Renungan Harian Jumat, 4 Juni 2021
Bacaan I: Tob. 11: 5-11
Injil: Mrk. 12: 35-37
BEBERAPA waktu yang lalu, saya menerima telepon dari seorang ibu untuk minta intensi misa.
Ibu itu minta intensi untuk mengucapkan syukur karena puterinya telah ditemukan dan kembali ke rumah. Saya menyanggupi dan bertanya apakah putrinya hilang?
itu lewat telepon bercerita tentang puterinya.
“Pastor, anak perempuan saya kurang lebih lima tahun lalu pergi dari rumah. Sejak pergi dari rumah saya tidak tahu kabarnya, tidak tahu keberadaannya. Kepergiannya sungguh membuat kami sekeluarga amat terluka dan amat sedih, secara khusus membuat saya menderita.
Pastor, awalnya anak saya pulang kuliah diantar oleh seorang laki-laki. Saya tanya anak saya apakah laki-laki itu pacarnya, dia mengatakan iya.
Karena dia pacar anak saya, kami menerima dengan baik. Dan kami ajak makan malam bersama.
Pada saat makan itu kami berkenalan satu sama lain.
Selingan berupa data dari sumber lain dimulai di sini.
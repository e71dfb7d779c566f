"""Command line over :mod:`driftdose.api`: ``python -m driftdose`` (or ``driftdose``).

Every calculation in the registry gets a subcommand whose flags are generated from its field
descriptions (:func:`driftdose.api.describe`), so a new calculation needs no change here::

    python -m driftdose motion --particle-diameter 2.5um --diameter-type aerodynamic
    python -m driftdose motion --input saved.json --format csv --curves curves.csv
    python -m driftdose describe
    python -m driftdose run saved.json
    python -m driftdose batch <calculation> --spectra a.csv b.csv --out table.csv

Requests go through :func:`driftdose.api.handle_json`, the very path the page's worker uses, so
every number printed here equals the page's: tables use the page's rounding (four significant
figures, the semantics of JavaScript's ``Number.prototype.toPrecision``; see
``site/js/format.js``).

Exit status: 0 on success, 2 for invalid input (each problem printed as ``field: message`` on
standard error), 1 for an unexpected failure.

Standard library only (argparse, csv, json, decimal), so the module also imports under Pyodide.
"""

from __future__ import annotations

import argparse
import errno
import fnmatch
import io
import json
import math
import os
import re
import stat
import sys
import textwrap
import unicodedata
from collections.abc import Iterable, Sequence
from dataclasses import dataclass
from decimal import ROUND_HALF_UP, Decimal
from pathlib import Path
from typing import Any, NoReturn, TextIO

from . import __version__, api, export, textfile
from .api.units import unit_label

__all__ = ["UserError", "format_number", "main", "plain_number", "to_precision"]

PROG = "driftdose"
EXIT_OK, EXIT_FAILURE, EXIT_USAGE = 0, 1, 2
SIG_FIGS = 4  # as SIG_FIGS in site/js/format.js
COMMANDS = ("describe", "run", "batch")  # subcommands that are not calculations
QUANTITY_KINDS_EXCLUDED = ("choice", "integer", "text", "data")
MAX_FILE_BYTES = 64 * 1024 * 1024  # a guard against reading huge files; the api sets the limits
MAX_DIGITS = 17  # enough to write any double exactly; more digits would only be noise
MAX_JSON_DEPTH = 64  # nesting of a JSON input; saved inputs are about 5 levels deep
_SUPERSCRIPT = str.maketrans("-0123456789", "⁻⁰¹²³⁴⁵⁶⁷⁸⁹")
_READ_PATHS: list[str] = []  # files read in this run: no output may overwrite one of them
_KEY_VALUE = re.compile(r"^([A-Za-z_][A-Za-z0-9_]*)=(.*)$", re.S)
_NUMBER_THEN_UNIT = re.compile(
    r"^\s*([-+\u2212]?(?:\d[\d,_]*(?:\.[\d_]*)?|\.\d+)(?:[eE][-+]?\d+)?)\s*(.*?)\s*$"
)


class UserError(Exception):
    """A problem with what the user gave; printed as ``field: message``, exit status 2."""

    def __init__(self, field: str, message: str) -> None:
        super().__init__(message)
        self.field = field
        self.message = message


# --- numbers as the page shows them ---------------------------------------------------------
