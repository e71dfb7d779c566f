"""Deposited dose per respiratory region: number, surface area and mass, per hour and shift.

Interface: :func:`deposited_dose` combines a size distribution
(:mod:`driftdose.distribution`), a deposition model (:mod:`driftdose.deposition`), a
person's breathing (:class:`~driftdose.deposition.Subject`) and an exposure duration into
a :class:`DoseResult`. Optionally the airborne concentrations are compared with benchmark
concentrations the user enters; no limit values are built in.

The dose of region r by weight w (number, surface area, mass) is

    dose_r,w = V_E T integral of DF_r(d) dW(d)

with V_E the time-averaged minute ventilation [m^3/s], T the duration [s] and DF_r the
deposition fraction of region r (fraction of the particles in the ambient air, so the
inhalability is included). With several activities the deposition fractions are weighted
by the air volume inhaled in each (ICRP 66 practice) and the activity mix keeps its time
shares over any duration. Surface area and mass are those of spheres of the
volume-equivalent diameter (common practice).
"""

from __future__ import annotations

import math
import operator
from collections.abc import Callable, Sequence
from dataclasses import dataclass, field

from .deposition import DEPOSITION_MODELS, Subject, deposition_curves, deposition_model
from .distribution import WEIGHTS, Distribution, LognormalMode, parts

__all__ = [
    "DURATION_MAX",
    "MODELS",
    "DoseResult",
    "deposited_dose",
    "deposition_curves",
    "model_regions",
]

MODELS = tuple(DEPOSITION_MODELS)
"""Deposition models (keys of :data:`driftdose.deposition.DEPOSITION_MODELS`): the full ICRP
66 model, or the simplified fits of Hinds (1999)."""

DURATION_MAX = 24 * 3600.0
"""Longest exposure duration accepted, one day. [s]"""


def model_regions(model: str) -> tuple[str, ...]:
    """Return the region keys of a model, ``total`` last (from the model registry).

    Parameters
    ----------
    model : str
        A key of :data:`driftdose.deposition.DEPOSITION_MODELS` (``icrp66`` or
        ``simplified``).
    """
    return deposition_model(model).regions


@dataclass(frozen=True)
class DoseResult:
    """Deposited dose by region and weight.

    Attributes
    ----------
    model : str
        ``icrp66`` or ``simplified``.
    regions : tuple of str
        Region keys, ``total`` last.
    duration : float
        Exposure duration. [s]
    ventilation : float
        Time-averaged minute ventilation. [m^3/s]
    inhaled_volume : float
        Air inhaled over the duration. [m^3]
    ambient : dict
        Airborne concentration by weight: ``number`` [1/m^3], ``surface`` [m^2/m^3],
        ``mass`` [kg/m^3].
    fractions : dict
        ``fractions[region][weight]``: deposited share of the airborne amount. [-]
    rates : dict
        ``rates[region][weight]``: deposition rate [1/s], [m^2/s], [kg/s].
    doses : dict
        ``doses[region][weight]``: deposited over the duration [1], [m^2], [kg].
    benchmark : dict
        Ratios of the airborne concentration to the benchmarks entered (``number``,
        ``mass``), only for those given. [-]
    thermodynamic : str
        How the shape factor entered diffusion (``icrp66`` or ``mobility``).

    """

    model: str
    regions: tuple[str, ...]
    duration: float
    ventilation: float
    inhaled_volume: float
    ambient: dict[str, float]
    fractions: dict[str, dict[str, float]]
    rates: dict[str, dict[str, float]]
    doses: dict[str, dict[str, float]]
    benchmark: dict[str, float] = field(default_factory=dict)
    thermodynamic: str = "icrp66"


def deposited_dose(
    distribution: Distribution,
    subject: Subject,
    duration: float,
    model: str = "icrp66",
    benchmark_number: float | None = None,
    benchmark_mass: float | None = None,
    step: float | None = None,
    thermodynamic: str = "icrp66",
    curves: Callable[[Sequence[float], float, float], dict[str, list[float]]] | None = None,
) -> DoseResult:
    """Deposited number, surface area and mass per region over an exposure.

    Parameters
    ----------
    distribution : LognormalMode, Multimodal or BinnedSpectrum
        Airborne particles (volume-equivalent diameters, each mode with its own density and
        shape factor).
    subject : Subject
        Breathing: activities with their time shares (the reference worker, one activity,
        or custom parameters).
    duration : float
        Exposure duration, above 0 and at most 24 h. [s]
    model : str
        ``icrp66`` (default) or ``simplified``.
    benchmark_number : float, optional
        A number concentration to compare with. [1/m^3]
    benchmark_mass : float, optional
        A mass concentration to compare with. [kg/m^3]
    step : float, optional
        Integration grid step in ln d for lognormal modes [-] (default: see
        :meth:`~driftdose.distribution.LognormalMode.grid`).
    thermodynamic : str
        How the shape factor enters diffusion: ``icrp66`` (default) or ``mobility``.
    curves : callable, optional
        ``curves(sizes, density, shape_factor)``: the model's deposition fractions by region
        at a mode's grid (sizes [m], density [kg/m^3], shape factor [-]), if the caller
        has them already (the deposition composer evaluates the model once at the sizes of
        its curves and of the grids together); default :func:`deposition_curves` of
        ``model``, ``subject`` and ``thermodynamic``.

    Returns
    -------
    DoseResult
        Fractions, rates and doses by region and weight.

    Examples
    --------
    >>> from driftdose.distribution import LognormalMode
    >>> from driftdose.deposition import REFERENCE_WORKER
    >>> aerosol = LognormalMode(50e-9, 1.8, 1e10)  # 10 000 particles per cm^3
    >>> r = deposited_dose(aerosol, REFERENCE_WORKER, 8 * 3600.0)
    >>> round(r.inhaled_volume, 1)  # 9.6 m^3 in a reference worker's shift
    9.6

    """
    if not (0.0 < duration <= DURATION_MAX) or not math.isfinite(duration):
        raise ValueError("duration must be above 0 and at most 24 h")
    regions = model_regions(model)
    ventilation = subject.mean_ventilation
    volume = ventilation * duration
    sums = {r: dict.fromkeys(WEIGHTS, 0.0) for r in regions}
    for mode in parts(distribution):
        sizes = mode.grid(step)
        if curves is None:
            at = deposition_curves(
                model, sizes, mode.density, mode.shape_factor, subject, thermodynamic
            )
        else:
            at = curves(sizes, mode.density, mode.shape_factor)
        for w in WEIGHTS:
            if isinstance(mode, LognormalMode):
                qs = mode.quadrature_weights(w, step)
            else:
                qs = [q for _, q in mode.quadrature(w, step)]
            if len(qs) != len(sizes):
                raise ValueError("quadrature and grid differ in length")
            for r in regions:
                sums[r][w] += math.fsum(map(operator.mul, qs, at[r]))
    ambient = {w: distribution.total(w) for w in WEIGHTS}
    fractions = {
        r: {w: (sums[r][w] / ambient[w] if ambient[w] > 0 else 0.0) for w in WEIGHTS}
        for r in regions
    }
    rates = {r: {w: sums[r][w] * ventilation for w in WEIGHTS} for r in regions}
    doses = {r: {w: rates[r][w] * duration for w in WEIGHTS} for r in regions}
    bench: dict[str, float] = {}
    if benchmark_number is not None:
        if not benchmark_number > 0.0:
            raise ValueError("benchmark_number must be positive")
        bench["number"] = ambient["number"] / benchmark_number
    if benchmark_mass is not None:
        if not benchmark_mass > 0.0:
            raise ValueError("benchmark_mass must be positive")
        bench["mass"] = ambient["mass"] / benchmark_mass
    return DoseResult(
        model,
        regions,
        duration,
        ventilation,
        volume,
        ambient,
        fractions,
        rates,
        doses,
        bench,
        thermodynamic,
    )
Bapaknya tanya apakah teman kuliah anak kami, laki-laki itu menjawab bukan. Apakah masih kuliah dia menjawab bahwa dirinya tidak kuliah dan sekarang kerja serabutan.
Kami tidak mempersoalkan dengan itu. Dan bapaknya menasohati kalau sekarang berteman, berteman yang baik untuk saling kenal lebih dalam.
Suatu kali, kami mendengar bahwa laki-laki itu sudah beristeri.
Ketika laki-laki itu datang, sebagaimana biasa kami terima dengan baik.
Bapaknya bertanya apakah dia masih bujangan, laki-laki itu menjawab bahwa dirinya sudah punya isteri dan seorang anak, tetapi sekarang baru dalam proses bercerai.
Bapaknya menasehati kalau sudah beristri, sebaiknya jangan pergi-pergi dengan anak kami nanti menimbulkan masalah baru.
Intinya kami keberatan, kalau laki-laki itu pacaran dengan anak saya.
Semua itu kami bicarakan baik-baik. Namun yang membuat kami, saya dan bapaknya marah, ketika laki-laki itu bicara dengan ringan. Kalau proses perceraian lama, nanti bisa nikah siri lebih dahulu.
Malam hari, kami panggil anak kami dan menasihati agar menjauh dari laki-laki itu, karena sudah beristeri.
Tetapi entah mengapa anak kami justru membela laki-laki itu.
Bapaknya agak keras mengatakan bahwa kami tidak setuju bahwa dia pacaran dan nanti menikah dengan laki-laki itu.
Pastor, esok pagi anak kami sudah tidak di rumah dan meninggalkan surat kalau dia pergi dan tidak perlu dicari.
Kalau dia tahu kami mencari sampai lapor polisi, anak kami mengancam akan bunuh diri.
Pastor, saya lemas dan bapaknya amat marah sampai harus opname karena sakit jantung.
Kami tidak berani berbuat apa-apa untuk mencari anak kami, karena kami khawatir anak kami nekat. Kami hanya bisa berdoa, dan berdoa.
Dua hari yang lalu tanpa disangka anak kami menelepon minta dijemput.
Pastor, kami menjemput anak kami, dan kami bahagia sekali bahwa dia mau pulang ke rumah, pulang ke kami. Ternyata anak kami telah disia-siakan laki-laki itu, dia harus kerja keras menghidupi laki-laki itu.
Ternyata laki-laki itu kasar dan suka main perempuan. Anak kami tidak berani menghubungi kami karena selalu diancam oleh laki-laki itu.
Syukurlah laki-laki itu ditangkap polisi karena perkelahian sehingga anak kami bisa menghubungi kami.
Pastor, kami amat bahagia, amat bersyukur anak kami mau kembali, Tuhan telah mengangkat beban yang amat berat dari pundak kami.
Itulah pastor, kenapa kami minta intensi, kami mau bersyukur karena Tuhan mendengarkan doa kami selama ini.”
Betapa banyak, orang menderita karena kasihnya pada anak-anaknya. Dan betapa penderitaan orangtua yang panjang bisa lenyap ketika mengalami kasih bersama anak-anaknya.
Sebagaimana sabda Tuhan sejauh diwartakan dalam Kitab Tobit, kebahagiaan luar biasa dirasakan oleh Tobit. Syukur yang luar biasa pada Allah, karena ia bisa melihat kembali wajah anaknya.
“Terpujilah Allah. Terpujilah nama-Nya yang besar. Terpujilah para malaikat-Nya yang kudus.”